WHAT IS BEING ASKED
The data must be returned in full, with no character altered.

Stored data entries:
[Start of Attachment]

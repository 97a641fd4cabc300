"""Execution engines: in-process, threads and a local Dask cluster give the same, ordered results."""

from __future__ import annotations

import math
import operator

import numpy as np
import pytest

from faultmap.engine import make_engine
from faultmap.errors import FaultmapError, ParameterError

BATCHES = [np.arange(k, k + 50, dtype=float) for k in range(0, 400, 50)]


def test_in_process_and_threads_identical_and_ordered():
    a = make_engine().map(np.cumsum, BATCHES)
    b = make_engine(threads=2).map(np.cumsum, BATCHES)
    for x, y, src in zip(a, b, BATCHES):
        np.testing.assert_array_equal(x, y)
        np.testing.assert_array_equal(x, np.cumsum(src))  # reference: numpy itself


def test_bad_engine_options():
    with pytest.raises(ParameterError):
        make_engine(workers=0)
    with pytest.raises(ParameterError, match="not both"):
        make_engine(workers=2, scheduler="tcp://127.0.0.1:1")


def test_local_cluster_matches_in_process_and_reports_failures():
    ref = make_engine().map(np.cumsum, BATCHES)
    with make_engine(workers=2) as eng:
        assert eng.kind == "local-cluster"
        got = eng.map(np.cumsum, BATCHES)
        for x, y in zip(ref, got):
            np.testing.assert_array_equal(x, y)
        with pytest.raises(FaultmapError, match="worker failed"):
            eng.map(math.sqrt, [4.0, -1.0, 9.0])
        # the engine still works after a failed run (a rerun succeeds)
        assert eng.map(operator.neg, [1, 2, 3]) == [-1, -2, -3]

[End of Attachment]

SOLUTION FOR THIS EXERCISE
repository 97a641fd4cabc300
"""Execution engines: in-process, threads and a local Dask cluster give the same, ordered results."""

from __future__ import annotations

import math
import operator

import numpy as np
import pytest

from faultmap.engine import make_engine
from faultmap.errors import FaultmapError, ParameterError

BATCHES = [np.arange(k, k + 50, dtype=float) for k in range(0, 400, 50)]


def test_in_process_and_threads_identical_and_ordered():
    a = make_engine().map(np.cumsum, BATCHES)
    b = make_engine(threads=2).map(np.cumsum, BATCHES)
    for x, y, src in zip(a, b, BATCHES):
        np.testing.assert_array_equal(x, y)
        np.testing.assert_array_equal(x, np.cumsum(src))  # reference: numpy itself


def test_bad_engine_options():
    with pytest.raises(ParameterError):
        make_engine(workers=0)
    with pytest.raises(ParameterError, match="not both"):
        make_engine(workers=2, scheduler="tcp://127.0.0.1:1")


def test_local_cluster_matches_in_process_and_reports_failures():
    ref = make_engine().map(np.cumsum, BATCHES)
    with make_engine(workers=2) as eng:
        assert eng.kind == "local-cluster"
        got = eng.map(np.cumsum, BATCHES)
        for x, y in zip(ref, got):
            np.testing.assert_array_equal(x, y)
        with pytest.raises(FaultmapError, match="worker failed"):
            eng.map(math.sqrt, [4.0, -1.0, 9.0])
        # the engine still works after a failed run (a rerun succeeds)
        assert eng.map(operator.neg, [1, 2, 3]) == [-1, -2, -3]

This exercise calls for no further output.